Solio Game Reserve
The world’s first private rhino sanctuary, Solio Game Reserve was started in 1970 when Courtland Parfet, the owner of Solio cattle ranch, fenced off a large section of land and dedicated it to conservation; since then, breeding has been so successful that rhino from Solio have stocked game reserves all over Africa. From 1970 through to 2003, the world population of the African black rhinoceros declined from about 65,000 to an estimated 3,725. It was estimated that in Kenya, the population dropped from 18,000 to 1500 in 1980 and only 400 in 1990. In percentage terms the population dropped from 28% to a mere 12% of the world population.
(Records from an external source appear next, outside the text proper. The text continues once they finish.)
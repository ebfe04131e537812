import { describe, expect, it } from 'vitest';
import { HoldSeriesTracker } from '../../../shared/runs/hold-series';
import { type ModelEvent, type RunSetupSnapshot, RunMeasurer, eventPrecedes, oilForPlatePressure, stateAtTime } from '../../../shared/runs/measurement-model';
import type { RigChannelInput } from '../../../shared/schemas/instruments';

const gauge = (key: string, xMm: number, direction: 1 | -1): RigChannelInput => ({ key, role: 'gauge', label: key, instrumentId: null, profileId: 'manual', port: '', gauge: { xMm, yMm: 0, direction, travelMm: 50 } });

/**
 * Ø300 mm plate (A = π·0.15² = 0.0706858 m², geometry), 1.5 kN of apparatus. Jack: 1 bar gives 0.5 kN
 * rising and 0.45 kN falling (an invented jack whose seals cost 10 % on the way down).
 */
const SETUP: RunSetupSnapshot = {
  channels: [gauge('g1', -150, 1), gauge('g2', 150, -1), { key: 'p', role: 'pressure', label: 'oil', instrumentId: 3, profileId: 'manual', port: '', gauge: null }],
  plate: { shape: 'circular', sizeMm: 300 },
  apparatusWeightKn: 1.5,
  stageBranches: ['seating', 'loading', 'unloading'],
  jack: { instrumentId: 9, serial: 'J1', calibrationId: 1, calibration: { inputUnit: 'bar', outputUnit: 'kN', curve: { kind: 'linear', c0: 0, c1: 0.5 }, fallingCurve: { kind: 'linear', c0: 0, c1: 0.45 } } },
  pressureUnit: 'bar',
  instruments: [],
};
const AREA = Math.PI * 0.15 ** 2;

const ev = (kind: string, atMs: number, payload: Record<string, unknown>): ModelEvent => ({ kind, atMs, payload });

describe('measurement model', () => {
  it('measures settlement from the zero, direction and reset offsets in force at each sample', () => {
    const events = [
      ev('gauges-zeroed', 0, { readings: { g1: 10, g2: 40 }, afterSeq: 2 }),
      ev('run-started', 10, { stageIndex: 0, afterSeq: 2 }),
      // g1 reset after seq 4: 30.00 before, 5.00 after → offset +25.00 mm (sign × (before − after), common practice).
      ev('gauge-reset', 50, { channel: 'g1', beforeMm: 30, afterMm: 5, offsetMm: 25, afterSeq: 4 }),
    ];
    const m = new RunMeasurer(SETUP, events);
    m.add({ seq: 3, tMs: 20, channel: 0, value: 30_000 });
    m.add({ seq: 4, tMs: 50, channel: 1, value: 35_000 }); // same ms as the reset, but decided before it
    expect(m.measure().gauges.map((g) => g.settlementMm)).toEqual([20, 5]); // 30 − 10; −(35 − 40)
    m.add({ seq: 5, tMs: 50, channel: 0, value: 5_000 });
    expect(m.measure().gauges[0].settlementMm).toBe(20); // 5 − 10 + 25: continuous across the reset
    expect(m.measure().meanSettlementMm).toBe(12.5);
  });

  it('reads the jack on the branch of the stage in force, with the apparatus weight, and a calibration from its event on', () => {
    const events = [
      ev('run-started', 0, { stageIndex: 1, afterSeq: 0 }),
      ev('stage-advanced', 100, { from: 1, to: 2, afterSeq: 1 }),
      ev('calibration-applied', 200, { instrumentId: 9, serial: 'J1', calibrationId: 2, calibration: { inputUnit: 'bar', outputUnit: 'kN', curve: { kind: 'linear', c0: 0, c1: 0.6 } }, afterSeq: 2 }),
    ];
    const m = new RunMeasurer(SETUP, events);
    m.add({ seq: 1, tMs: 50, channel: 2, value: 100_000 }); // 100 bar loading: 50 kN + 1.5 kN
    expect(m.measure().pressureKpa).toBeCloseTo(51.5 / AREA, 9); // q = F/A
    m.add({ seq: 2, tMs: 150, channel: 2, value: 100_000 }); // unloading: falling branch, 45 kN + 1.5 kN
    expect(m.measure().pressureKpa).toBeCloseTo(46.5 / AREA, 9);
    m.add({ seq: 3, tMs: 250, channel: 2, value: 100_000 }); // the new certificate has no falling curve: 60 kN + 1.5 kN
    expect(m.measure().pressureKpa).toBeCloseTo(61.5 / AREA, 9);
  });

  it('stores a typed plate pressure as the oil pressure it reads back as, on the stage’s branch', () => {
    for (const [stageIndex, perBar] of [
      [1, 0.5],
      [2, 0.45],
    ] as const) {
      const m = new RunMeasurer(SETUP, [ev('run-started', 0, { stageIndex, afterSeq: 0 })]);
      m.advance(null);
      const oil = oilForPlatePressure(SETUP, m.modelState, 150)!;
      expect(oil).toBeCloseTo((150 * AREA - 1.5) / perBar, 9); // F_jack = q·A − W (plate equilibrium)
      m.add({ seq: 1, tMs: 1, channel: 2, value: Math.round(oil * 1000) });
      expect(m.measure().pressureKpa).toBeCloseTo(150, 1); // stored to 0.001 bar
    }
  });

  it('places events without a sequence number by time (runs recorded before), and by number when they have one', () => {
    expect(eventPrecedes(ev('x', 100, {}), { seq: 1, tMs: 100 })).toBe(true);
    expect(eventPrecedes(ev('x', 100, {}), { seq: 1, tMs: 99 })).toBe(false);
    expect(eventPrecedes(ev('x', 100, { afterSeq: 7 }), { seq: 7, tMs: 100 })).toBe(false);
    expect(eventPrecedes(ev('x', 100, { afterSeq: 7 }), { seq: 8, tMs: 100 })).toBe(true);
    const zeroed = [ev('gauges-zeroed', 0, { readings: { g1: 1 } }), ev('gauge-reset', 500, { channel: 'g1', offsetMm: 2 })];
    expect(stateAtTime(SETUP, zeroed, 499).offsets).toEqual({});
    expect(stateAtTime(SETUP, zeroed, 500).offsets).toEqual({ g1: 2 });
  });

  it('keeps the hold series from the target reached, at most every 2 s of gauge samples, cleared by the next stage', () => {
    const tracker = new HoldSeriesTracker();
    const m = new RunMeasurer(SETUP, [ev('gauges-zeroed', 0, { readings: { g1: 0, g2: 0 }, afterSeq: 0 }), ev('target-reached', 1000, { stageIndex: 1, afterSeq: 1 })], (e, mm) => tracker.onEvent(e, mm));
    const feed = (seq: number, tMs: number, channel: number, value: number) => {
      const s = { seq, tMs, channel, value };
      m.add(s);
      tracker.onSample(s, m);
    };
    feed(1, 900, 0, 1_000);
    feed(2, 1500, 0, 1_100); // 0.5 s after t = 0: not due
    feed(3, 3000, 0, 1_200);
    feed(4, 3500, 2, 1_000); // pressure: no point
    expect(tracker.points).toEqual([
      { tMin: 0, settlementMm: 1 },
      { tMin: 2000 / 60_000, settlementMm: 1.2 },
    ]);
    m.push(ev('stage-advanced', 4000, { from: 1, to: 2 }));
    expect(tracker.points).toEqual([]);
    expect(tracker.startedAtMs).toBeNull();
  });
});
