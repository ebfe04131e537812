import { z } from 'zod';
import { idParams, idSchema } from '../../shared/schemas/common';
import { PHOTO_LIMIT_PER_LOCATION, PHOTO_MAX_BYTES, PHOTO_SIZES, photoPatch, photoUploadFields } from '../../shared/schemas/photos';
import { STAFF } from '../auth/permissions';
import { loadLocation } from '../auth/scope';
import { badRequest, forbidden, notFound } from '../http/errors';
import { route } from '../http/route';
import { sendStoredFile, singleUpload } from '../http/uploads';
import { Photo } from '../models/photo';
import { Run } from '../models/run';
import { TestPlan } from '../models/test-plan';
import type { User } from '../models/user';
import { audited } from '../services/audit';
import { assertPhotoUnlocked, PhotoFiles, photoFileColumns, photosOfLocation, photosOfRun, processPhoto, withUploader } from '../services/photos';
import { assertRunUnlocked } from '../services/signoff';

/** The test location a run was made at (through its plan); 404 for an unknown run. */
async function locationOfRun(runId: number): Promise<number> {
  const run = await Run.findByPk(runId, { attributes: ['id', 'planId'] });
  const plan = run && (await TestPlan.findByPk(run.planId, { attributes: ['id', 'locationId'] }));
  if (!plan) throw notFound('Run');
  return plan.locationId;
}

async function loadPhoto(id: number): Promise<Photo> {
  const photo = await Photo.findByPk(id, withUploader);
  if (!photo) throw notFound('Photo');
  return photo;
}

/** Engineers and admins change any photo; an operator only the ones they took. */
function assertMayChange(user: User, photo: Photo): void {
  if (user.role === 'operator' && photo.uploadedBy !== user.id) throw forbidden();
}

/** Site and pit photos of test locations and runs; files in `<dataDir>/uploads/photos` (staff only: clients see them in the report). */
export const photoRoutes = (dataDir: string) => {
  const files = new PhotoFiles(dataDir);
  return [
    route({
      method: 'post',
      path: '/api/locations/:id/photos',
      access: STAFF,
      summary: 'Upload a site or pit photo of a location or one of its runs (JPEG, PNG or WebP, ≤ 15 MB); thumbnails are made at once',
      params: idParams,
      before: [singleUpload('file', PHOTO_MAX_BYTES)],
      body: photoUploadFields,
      handler: async ({ params, body, user, req }) => {
        const location = await loadLocation(user!, params.id);
        if (body.runId !== undefined && (await locationOfRun(body.runId)) !== location.id) {
          throw badRequest(`runId: run ${body.runId} was not made at pit ${location.pitId}`, 'runId');
        }
        if ((await Photo.count({ where: { locationId: location.id } })) >= PHOTO_LIMIT_PER_LOCATION) {
          throw badRequest(`file: pit ${location.pitId} already holds ${PHOTO_LIMIT_PER_LOCATION} photos; delete some first`, 'file');
        }
        const processed = await processPhoto(req.file);
        const stored = await files.save(processed);
        try {
          const photo = await audited(
            async (transaction) => {
              if (body.runId !== undefined) await assertRunUnlocked(body.runId, transaction);
              return Photo.create(
                {
                  locationId: location.id,
                  runId: body.runId ?? null,
                  kind: body.kind,
                  caption: body.caption,
                  ...photoFileColumns(processed, stored),
                  uploadedBy: user!.id,
                },
                { transaction },
              );
            },
            (p) => ({ userId: user!.id, entity: 'photo', entityId: p.id, action: 'uploaded', after: { locationId: p.locationId, runId: p.runId, kind: p.kind, caption: p.caption, sha256: p.sha256 } }),
          );
          return (await loadPhoto(photo.id)).toDto();
        } catch (err) {
          await files.remove(stored);
          throw err;
        }
      },
    }),
    route({
      method: 'get',
      path: '/api/locations/:id/photos',
      access: STAFF,
      summary: 'Every photo of a location: its own and its runs’, site views first',
      params: idParams,
      handler: async ({ params, user }) => {
        const location = await loadLocation(user!, params.id);
        return { items: (await photosOfLocation(location.id)).map((p) => p.toDto()) };
      },
    }),
    route({
      method: 'get',
      path: '/api/runs/:id/photos',
      access: STAFF,
      summary: 'The photos a run’s report shows: the run’s own and its location’s (a signed report keeps those it was signed with)',
      params: idParams,
      handler: async ({ params }) => ({ items: (await photosOfRun(params.id, await locationOfRun(params.id))).map((p) => p.toDto()) }),
    }),
    route({
      method: 'get',
      path: '/api/photos/:id/:size',
      access: STAFF,
      summary: 'A photo: its thumbnail, its preview, or the file as uploaded',
      params: z.object({ id: idSchema, size: z.enum(PHOTO_SIZES) }),
      handler: async ({ params, res }) => {
        const photo = await loadPhoto(params.id);
        res.setHeader('Cache-Control', 'private, max-age=86400, immutable');
        if (params.size === 'original') res.setHeader('Content-Disposition', `inline; filename="photo-${photo.id}.${photo.originalExt}"`);
        await sendStoredFile(res, files.dir, files.fileName(photo, params.size));
      },
    }),
    route({
      method: 'patch',
      path: '/api/photos/:id',
      access: STAFF,
      summary: 'Change a photo’s caption or kind (operators: their own photos)',
      params: idParams,
      body: photoPatch,
      handler: async ({ params, body, user }) => {
        const photo = await loadPhoto(params.id);
        assertMayChange(user!, photo);
        const before = { kind: photo.kind, caption: photo.caption };
        await audited(
          async (transaction) => {
            await assertPhotoUnlocked(photo, transaction);
            return photo.update(body, { transaction });
          },
          () => ({ userId: user!.id, entity: 'photo', entityId: photo.id, action: 'updated', before, after: { kind: photo.kind, caption: photo.caption } }),
        );
        return photo.toDto();
      },
    }),
    route({
      method: 'delete',
      path: '/api/photos/:id',
      access: STAFF,
      summary: 'Delete a photo and its files (operators: their own photos)',
      params: idParams,
      handler: async ({ params, user }) => {
        const photo = await loadPhoto(params.id);
        assertMayChange(user!, photo);
        const before = { locationId: photo.locationId, runId: photo.runId, kind: photo.kind, caption: photo.caption, sha256: photo.sha256 };
        await audited(
          async (transaction) => {
            await assertPhotoUnlocked(photo, transaction);
            await photo.destroy({ transaction });
          },
          () => ({ userId: user!.id, entity: 'photo', entityId: params.id, action: 'deleted', before }),
        );
        await files.remove(photo);
        return undefined;
      },
    }),
  ];
};
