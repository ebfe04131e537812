import { idParams } from '../../shared/schemas/common';
import { createUserInput, organizationInput, organizationPatch, updateUserInput } from '../../shared/schemas/users';
import { hashPassword } from '../auth/passwords';
import { ADMINS, EDITORS, STAFF } from '../auth/permissions';
import { badRequest, notFound } from '../http/errors';
import { route } from '../http/route';
import { Organization } from '../models/organization';
import { User } from '../models/user';
import { audit } from '../services/audit';

async function assertOrganization(id: number | null | undefined) {
  if (id != null && !(await Organization.findByPk(id))) throw badRequest('organizationId: no such organisation', 'organizationId');
}

export interface UserRouteDeps {
  /** Ends a user's sessions (all but `exceptSid`) and closes their live connections. */
  endSessionsOf: (userId: number, exceptSid?: string) => Promise<void>;
}

export const userRoutes = ({ endSessionsOf }: UserRouteDeps) => [
  route({
    method: 'get',
    path: '/api/users',
    access: ADMINS,
    summary: 'All user accounts',
    handler: async () => ({ items: (await User.findAll({ order: [['name', 'ASC']] })).map((u) => u.toDto()) }),
  }),
  route({
    method: 'post',
    path: '/api/users',
    access: ADMINS,
    summary: 'Create a user account',
    body: createUserInput,
    handler: async ({ body, user }) => {
      await assertOrganization(body.organizationId);
      const { password, ...fields } = body;
      const created = await User.create({ ...fields, passwordHash: await hashPassword(password), lastLoginAt: null });
      await audit({ userId: user!.id, entity: 'user', entityId: created.id, action: 'created', after: created.toDto() });
      return created.toDto();
    },
  }),
  route({
    method: 'patch',
    path: '/api/users/:id',
    access: ADMINS,
    summary: 'Change a user account (role, organisation, active, password); a change of rights ends their sessions',
    params: idParams,
    body: updateUserInput,
    handler: async ({ params, body, user, req }) => {
      const target = await User.findByPk(params.id);
      if (!target) throw notFound('User');
      await assertOrganization(body.organizationId);
      const role = body.role ?? target.role;
      const organizationId = body.organizationId !== undefined ? body.organizationId : target.organizationId;
      if (role === 'client' && organizationId == null) throw badRequest('organizationId: a client user needs an organisation', 'organizationId');
      if (target.id === user!.id && (body.active === false || (body.role && body.role !== 'admin'))) {
        throw badRequest('role: you cannot demote or deactivate your own account', body.active === false ? 'active' : 'role');
      }
      const before = target.toDto();
      const { password, ...fields } = body;
      const rightsChanged =
        (body.role !== undefined && body.role !== before.role) ||
        (body.organizationId !== undefined && body.organizationId !== before.organizationId) ||
        (body.active === false && before.active) ||
        password !== undefined;
      await target.update({ ...fields, ...(password ? { passwordHash: await hashPassword(password) } : {}) });
      // Sessions and sockets opened with the old rights or password end now (the admin's own session stays).
      if (rightsChanged) await endSessionsOf(target.id, target.id === user!.id ? req.sessionID : undefined);
      await audit({ userId: user!.id, entity: 'user', entityId: target.id, action: password ? 'updated+password' : 'updated', before: before, after: target.toDto() });
      return target.toDto();
    },
  }),
  route({
    method: 'get',
    path: '/api/organizations',
    access: STAFF,
    summary: 'Client organisations',
    handler: async () => ({ items: (await Organization.findAll({ order: [['name', 'ASC']] })).map((o) => o.toDto()) }),
  }),
  route({
    method: 'post',
    path: '/api/organizations',
    access: EDITORS,
    summary: 'Create a client organisation',
    body: organizationInput,
    handler: async ({ body, user }) => {
      const org = await Organization.create(body);
      await audit({ userId: user!.id, entity: 'organization', entityId: org.id, action: 'created', after: org.toDto() });
      return org.toDto();
    },
  }),
  route({
    method: 'patch',
    path: '/api/organizations/:id',
    access: EDITORS,
    summary: 'Change a client organisation',
    params: idParams,
    body: organizationPatch,
    handler: async ({ params, body, user }) => {
      const org = await Organization.findByPk(params.id);
      if (!org) throw notFound('Organisation');
      const before = org.toDto();
      await org.update(body);
      await audit({ userId: user!.id, entity: 'organization', entityId: org.id, action: 'updated', before: before, after: org.toDto() });
      return org.toDto();
    },
  }),
];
This sharp decline was caused by poaching in all areas during the 1970s and the early 1980s, both inside and outside of the national parks and reserves, with few controls and little enforcement.
Kenya’s Wildlife and Conservation Management Department approached Mr Courtland Parfet, owner of the Solio cattle ranch located on the Laikipia plateau in central Kenya, for assistance. With a commitment to conservation, a 13,500 acre area of the ranch had already been fenced off to protect indigenous wildlife and allow them to live their natural life without interference or threat from humans. The Solio Game Reserve was home to many buffalos, zebras, gazelles and leopards but there were no rhinos.
The Wildlife and Conservation Management Department, the forerunner of today’s Kenya Wildlife Service, requested Solio to take in some remnant black rhinos while a permanent home was found for them. The first five individuals were moved in from Kiboko in the south-east of Kenya in 1970 and the country’s first sanctuary for rhinos was established. With no other secure areas available, over the next 10 years the department continued to move in more rhinos. By 1980, 23 founders from nine different areas had been introduced into Solio Game Reserve.
With excellent habitat and securely hidden from view, this new group of rhinos bred and prospered, and the reserve had to be extended to 17,000 acres in 1991. In the meantime other areas in Kenya in national parks and private ranches were made sufficiently secure to take in rhinos, and Solio became the prime founder source for many populations.